**Your objective**
When the string "TestEngineFingerDiversity" appears in a line of the records, show the whole line.

**Records supplied**
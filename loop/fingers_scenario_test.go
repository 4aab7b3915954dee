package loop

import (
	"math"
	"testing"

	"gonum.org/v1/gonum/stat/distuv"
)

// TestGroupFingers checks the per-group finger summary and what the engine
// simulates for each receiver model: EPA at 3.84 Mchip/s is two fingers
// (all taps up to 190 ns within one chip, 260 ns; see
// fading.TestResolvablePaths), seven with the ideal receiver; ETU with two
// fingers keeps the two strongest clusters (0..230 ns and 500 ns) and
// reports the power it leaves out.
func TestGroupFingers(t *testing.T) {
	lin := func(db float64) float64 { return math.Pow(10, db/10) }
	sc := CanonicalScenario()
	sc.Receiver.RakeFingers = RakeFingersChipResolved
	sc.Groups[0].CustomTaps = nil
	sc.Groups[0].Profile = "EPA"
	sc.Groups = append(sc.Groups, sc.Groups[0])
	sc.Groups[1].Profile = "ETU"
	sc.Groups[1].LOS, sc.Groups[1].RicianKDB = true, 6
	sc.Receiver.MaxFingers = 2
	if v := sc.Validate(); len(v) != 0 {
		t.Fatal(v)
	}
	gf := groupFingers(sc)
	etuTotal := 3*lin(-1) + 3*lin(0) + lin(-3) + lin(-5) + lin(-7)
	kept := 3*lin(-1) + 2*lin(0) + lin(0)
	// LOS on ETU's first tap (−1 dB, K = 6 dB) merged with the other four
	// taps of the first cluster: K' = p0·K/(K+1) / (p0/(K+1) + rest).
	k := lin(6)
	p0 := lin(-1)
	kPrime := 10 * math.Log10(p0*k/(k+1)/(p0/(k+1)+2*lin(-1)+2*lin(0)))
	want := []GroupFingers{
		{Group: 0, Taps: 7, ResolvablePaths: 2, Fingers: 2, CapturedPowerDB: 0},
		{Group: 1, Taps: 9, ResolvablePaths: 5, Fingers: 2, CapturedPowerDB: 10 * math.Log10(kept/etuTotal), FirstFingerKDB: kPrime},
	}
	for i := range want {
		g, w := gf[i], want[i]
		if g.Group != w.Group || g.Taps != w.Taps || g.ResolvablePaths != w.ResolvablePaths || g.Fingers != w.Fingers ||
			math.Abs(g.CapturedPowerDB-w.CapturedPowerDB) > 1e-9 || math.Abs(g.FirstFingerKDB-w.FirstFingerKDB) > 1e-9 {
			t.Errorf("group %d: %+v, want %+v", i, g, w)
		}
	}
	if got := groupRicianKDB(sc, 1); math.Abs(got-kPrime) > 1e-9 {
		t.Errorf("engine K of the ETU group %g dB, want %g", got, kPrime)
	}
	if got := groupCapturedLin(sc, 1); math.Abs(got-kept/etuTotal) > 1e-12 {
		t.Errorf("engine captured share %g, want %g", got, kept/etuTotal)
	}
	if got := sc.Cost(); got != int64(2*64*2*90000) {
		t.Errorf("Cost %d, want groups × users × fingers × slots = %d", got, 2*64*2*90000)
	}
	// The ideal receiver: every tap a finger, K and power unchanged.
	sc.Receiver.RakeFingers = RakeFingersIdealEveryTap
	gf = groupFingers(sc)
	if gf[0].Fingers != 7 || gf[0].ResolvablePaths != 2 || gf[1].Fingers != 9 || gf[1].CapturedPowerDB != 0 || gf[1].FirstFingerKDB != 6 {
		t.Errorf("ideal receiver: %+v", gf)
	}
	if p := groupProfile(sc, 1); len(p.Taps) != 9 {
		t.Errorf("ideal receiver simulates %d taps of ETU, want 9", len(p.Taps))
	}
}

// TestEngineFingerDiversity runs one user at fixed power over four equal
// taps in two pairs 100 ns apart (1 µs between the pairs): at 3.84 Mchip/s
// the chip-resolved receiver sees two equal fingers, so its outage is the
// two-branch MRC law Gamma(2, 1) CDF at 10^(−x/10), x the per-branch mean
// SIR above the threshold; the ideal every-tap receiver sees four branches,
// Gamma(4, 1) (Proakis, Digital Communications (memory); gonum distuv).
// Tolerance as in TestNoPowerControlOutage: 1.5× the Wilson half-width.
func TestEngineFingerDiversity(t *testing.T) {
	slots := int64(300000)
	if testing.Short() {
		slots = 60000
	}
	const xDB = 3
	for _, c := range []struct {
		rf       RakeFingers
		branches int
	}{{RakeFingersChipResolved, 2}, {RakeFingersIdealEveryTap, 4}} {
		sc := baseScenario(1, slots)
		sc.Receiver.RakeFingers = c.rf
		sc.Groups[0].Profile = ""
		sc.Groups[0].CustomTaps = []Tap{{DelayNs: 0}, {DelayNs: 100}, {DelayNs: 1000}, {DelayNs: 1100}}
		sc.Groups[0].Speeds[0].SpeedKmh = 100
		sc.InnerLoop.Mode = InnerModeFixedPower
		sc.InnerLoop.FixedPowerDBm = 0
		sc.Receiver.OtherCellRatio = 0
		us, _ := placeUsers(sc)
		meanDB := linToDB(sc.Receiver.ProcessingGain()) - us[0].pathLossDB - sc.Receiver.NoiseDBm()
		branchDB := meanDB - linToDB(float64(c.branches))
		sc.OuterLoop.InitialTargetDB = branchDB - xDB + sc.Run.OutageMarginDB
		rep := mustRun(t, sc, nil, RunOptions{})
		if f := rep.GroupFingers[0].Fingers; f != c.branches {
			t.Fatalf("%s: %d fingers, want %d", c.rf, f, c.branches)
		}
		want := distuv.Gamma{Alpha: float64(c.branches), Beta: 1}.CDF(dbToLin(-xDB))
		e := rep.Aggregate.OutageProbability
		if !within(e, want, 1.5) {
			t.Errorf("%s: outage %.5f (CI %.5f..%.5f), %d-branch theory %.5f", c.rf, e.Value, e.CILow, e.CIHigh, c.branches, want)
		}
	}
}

**Written response**
// TestEngineFingerDiversity runs one user at fixed power over four equal
func TestEngineFingerDiversity(t *testing.T) {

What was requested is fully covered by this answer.